Веселая тропинка вывела к ниве, уже и Днепр был виден, но пришлось отступить в лес. Хозяин катался по краю своего поля, задабривая Купалу и духов земли, мял малую пшеницу, чтоб не помяло большую.
Святослав хотел уж было выйти из укрытия, но вдруг увидел скачущих через хлеба двух всадников. Крестьянина схватили, погнали, осыпая плетьми, к странному шествию.
Чтобы лучше видеть, князь забрался на дерево. Сотни две христиан, сотня варягов. Кресты, деревянная, раскрашенная статуя Богородицы, повозка с Распятием. В повозке – епископ Адальберт! К нему-то и притащили крестьянина. Суд епископа был коротким: бедного язычника подняли на помост, устроенный на другой повозке, привязали к столбу. Стегали розгами.
«Вон как они к Христу приучают!» Святослав быстро спустился на землю.
…До княжеского двора – далеко.
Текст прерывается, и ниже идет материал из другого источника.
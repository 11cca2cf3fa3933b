import type { Material, Opening, Source, Use } from './types';

export interface AllowableFactor {
  readonly id: 'short-term' | 'use' | 'layers' | 'temperature';
  readonly label: string;
  /** short-term: strain as a fraction; the others: multiplier. Null: not known. */
  readonly value: number | null;
  readonly source: Source;
  /** why it is not known, or what it does not cover */
  readonly note?: string;
}

export interface AllowableStrain {
  /** product of the factors, strain as a fraction; null when one of them is not known */
  readonly value: number | null;
  readonly factors: readonly AllowableFactor[];
  readonly because: string;
  /** what forces worked out with the moduli of 23 °C are worth at the temperature of use */
  readonly stiffness: 'as-given' | 'softer' | 'not-known';
}

const GUIDE: Source = {
  text: 'Snap-Fit Joints for Plastics - A Design Guide, frequent separation about 60 % of the single value',
  mark: 'quoted',
};
const BETWEEN: Source = {
  text: 'Geometric mean of once and often: a line straight in log strain against log openings, the form fatigue of printed PLA takes (Ezeh & Susmel, Int. J. Fatigue 126 (2019) 319-326)',
  mark: 'derived',
};
const HEAT: Source = {
  text: 'Service temperature no higher than heat deflection temperature (0.45 MPa) less 20 K, nor than the continuous limit',
  mark: 'quoted',
};
const LAYERS: Source = {
  text: 'Across layers half of the strain along them, or refuse (printed-part guide)',
  mark: 'quoted',
};
const GIVEN: Source = { text: 'Given for the use at hand', mark: 'given' };

/** Below this, °C, printed plastics lose toughness and nothing here says by how much. */
const COLD_LIMIT = 0;
/** Up to this, °C, the figures measured at 23 °C stand without a heat limit of the plastic. */
const ROOM_LIMIT = 30;
/** Printed specimens held 3 h at 20 MPa: none broke at 40 °C, at 60 °C all but PC did. */
const CREEP_LIMIT = 40;
/** Share of the short-term limit for frequent opening, and across layers, where a plastic has no figure. */
const OFTEN_SHARE = 0.6;
const ACROSS_SHARE = 0.5;

const USE_LABEL: Readonly<Record<Opening, string>> = {
  once: 'opened once',
  sometimes: 'opened sometimes',
  often: 'opened often',
};

function openingFactor(material: Material, opening: Opening): AllowableFactor {
  const once = material.allowableOnce?.value;
  const often = material.allowableOften?.value;
  const repeated = once && often ? often / once : OFTEN_SHARE;
  const value = opening === 'once' ? 1 : opening === 'often' ? repeated : Math.sqrt(repeated);
  const measured = material.allowableOften?.source ?? GUIDE;
  const source = opening === 'sometimes' ? BETWEEN : opening === 'often' ? measured : GUIDE;
  return { id: 'use', label: USE_LABEL[opening], value, source };
}

function layerFactor(material: Material, layers: Use['layers']): AllowableFactor {
  if (material.process === 'moulded') {
    return { id: 'layers', label: 'moulded, no layers', value: 1, source: LAYERS };
  }
  if (layers === 'along') {
    return { id: 'layers', label: 'layers along the strain', value: 1, source: LAYERS };
  }
  const along = material.allowableOnce?.value;
  const across = material.allowableAcross;
  const value = along && across ? across.value / along : ACROSS_SHARE;
  return { id: 'layers', label: 'strain pulls the layers apart', value, source: across?.source ?? LAYERS };
}

/** Highest service temperature in °C: heat deflection less 20 K or the continuous limit, the lower; null: not known. */
export function serviceLimit(material: Material): number | null {
  const limits = [
    material.heatDeflection && material.heatDeflection.value - 20,
    material.continuousService?.value,
  ].filter((limit) => typeof limit === 'number');
  return limits.length > 0 ? Math.min(...limits) : null;
}

function heatNote(material: Material, temperature: number): { known: boolean; note?: string } {
  const limit = serviceLimit(material);
  if (temperature < COLD_LIMIT) {
    return { known: false, note: `below ${COLD_LIMIT} °C toughness falls and no figure was found` };
  }
  if (limit === null) {
    const known = temperature <= ROOM_LIMIT;
    return known ? { known } : { known, note: `no heat limit of ${material.shortName} was found` };
  }
  if (temperature > limit) {
    return { known: false, note: `${material.shortName} softens: use it up to ${limit} °C` };
  }
  if (temperature <= CREEP_LIMIT) return { known: true };
  return { known: true, note: `for a short flex only: over ${CREEP_LIMIT} °C a part held strained creeps` };
}

/**
 * 1 within the service limit, not known outside: short-time strain limits are published at 23 °C and a heated plastic
 * stretches further, not less, until it softens; what heat takes away is strength held over time.
 */
function temperatureFactor(material: Material, temperature: number): AllowableFactor {
  const { known, note } = heatNote(material, temperature);
  const label = `at ${temperature} °C`;
  return { id: 'temperature', label, value: known ? 1 : null, source: HEAT, ...(note && { note }) };
}

function stiffnessAt(material: Material, temperature: number): AllowableStrain['stiffness'] {
  if (!heatNote(material, temperature).known) return 'not-known';
  return temperature > ROOM_LIMIT ? 'softer' : 'as-given';
}

function reason(factors: readonly AllowableFactor[]): string {
  const told = (factor: AllowableFactor) => (factor.note ? `${factor.label} (${factor.note})` : factor.label);
  const missing = factors.filter((factor) => factor.value === null).map(told);
  if (missing.length > 0) return `Not known: ${missing.join(', ')}.`;
  return factors.map(told).join(', ');
}

function given(material: Material, value: number, use: Use): AllowableStrain {
  const whole = (id: AllowableFactor['id'], label: string): AllowableFactor => ({
    id,
    label,
    value: id === 'short-term' ? value : 1,
    source: material.allowableFinal?.source ?? GIVEN,
  });
  const covered = 'covered by the given strain';
  const factors = [
    whole('short-term', 'allowable strain as given'),
    whole('use', covered),
    whole('layers', covered),
    whole('temperature', covered),
  ];
  const because = 'The allowable strain was given for this use; no factor is applied.';
  return { value, factors, because, stiffness: stiffnessAt(material, use.temperature) };
}

/**
 * Allowable strain = short-term limit x use x layer direction x temperature.
 * Every factor carries its source; a factor that is not known makes the product not known.
 * A strain given for the use at hand replaces the product.
 */
export function allowableStrain(material: Material, use: Use): AllowableStrain {
  if (material.allowableFinal) return given(material, material.allowableFinal.value, use);
  const limit = material.allowableOnce;
  const factors: AllowableFactor[] = [
    {
      id: 'short-term',
      label: `short-term limit of ${material.shortName}`,
      value: limit?.value ?? null,
      source: limit?.source ?? { text: 'no figure found', mark: 'memory' },
    },
    openingFactor(material, use.opening),
    layerFactor(material, use.layers),
    temperatureFactor(material, use.temperature),
  ];
  const value = factors.some((factor) => factor.value === null)
    ? null
    : factors.reduce((product, factor) => product * (factor.value ?? Number.NaN), 1);
  return { value, factors, because: reason(factors), stiffness: stiffnessAt(material, use.temperature) };
}
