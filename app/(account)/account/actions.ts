'use server';

import { revalidatePath } from 'next/cache';
import { redirect } from 'next/navigation';
import { z } from 'zod';
import * as account from '@/lib/access/account';
import { permit } from '@/lib/access/policy';
import { beginSession, currentSession, endSession } from '@/lib/auth/session';
import { SignInNeeded } from '@/lib/errors';
import { currentPasswordField, emailField, idField, nameField, newPasswordField } from '@/lib/forms/fields';
import { formAction } from '@/lib/forms/form';

export const signOutAction = formAction({
  schema: z.object({}),
  async run() {
    await endSession();
    revalidatePath('/', 'layout');
    redirect('/');
  },
});

export const renameAction = formAction({
  schema: z.object({ name: nameField }),
  async run({ name }, { viewer }) {
    account.renameSelf(viewer, name);
    revalidatePath('/', 'layout');
    return 'Your name is changed. What you published before keeps the name it was published under.';
  },
});

export const changePasswordAction = formAction({
  schema: z.object({ password: currentPasswordField, next: newPasswordField }),
  secrets: ['password', 'next'],
  async run({ password, next }, { viewer, client }) {
    const { id } = await account.changePassword(viewer, password, next);
    await beginSession(id, client.userAgent);
    revalidatePath('/account');
    return 'Your password is changed. Every other sign-in is ended.';
  },
});

export const changeEmailAction = formAction({
  schema: z.object({ email: emailField, password: currentPasswordField }),
  secrets: ['password'],
  async run({ email, password }, { viewer }) {
    await account.askEmailChange(viewer, password, email);
    return `A link was mailed to ${email}. The address changes once you open it.`;
  },
});

export const verifyAction = formAction({
  schema: z.object({}),
  async run(_, { viewer }) {
    await account.askVerification(viewer);
    return 'A link was mailed to you.';
  },
});

export const endSessionAction = formAction({
  schema: z.object({ id: idField }),
  async run({ id }, { viewer }) {
    account.endOwnSession(viewer, id);
    revalidatePath('/account');
    return 'That sign-in is ended.';
  },
});

export const endOtherSessionsAction = formAction({
  schema: z.object({}),
  async run(_, { viewer }) {
    permit(viewer, 'account.own');
    const present = await currentSession();
    if (!present) throw new SignInNeeded();
    account.endOtherSessions(viewer, present.id);
    revalidatePath('/account');
    return 'Every other sign-in is ended.';
  },
});

export const deleteAccountAction = formAction({
  schema: z.object({ password: currentPasswordField }),
  secrets: ['password'],
  async run({ password }, { viewer }) {
    await account.deleteAccount(viewer, password);
    await endSession();
    revalidatePath('/', 'layout');
    redirect('/sign-in?done=deleted');
  },
});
Постоял, подумал и пошел, обходя христианских ревнителей, к Днепру.
Появлению Адальберта на поле не удивился. Епископ родом чех, чешское имя его Войтех, знает обычаи.
Заря раскалила тучи как угли. Огонь клубился по краю неба, и навстречу этому небесному огню тянулись белыми высокими языками купальские костры. В огонь клали не что попадя, а такое дерево, такие травы, чтоб горели не чадя, светлыми пламенами.
Люди еще только стекались к кострам. Женщины несли рубахи больных, бросали в огонь, сжигая болезни и напасти.
Визжа, как стрижи, девицы гонялись за подругами и парнями, опрокидывая на сухих новичков корчаги, а то и бадьи с водой.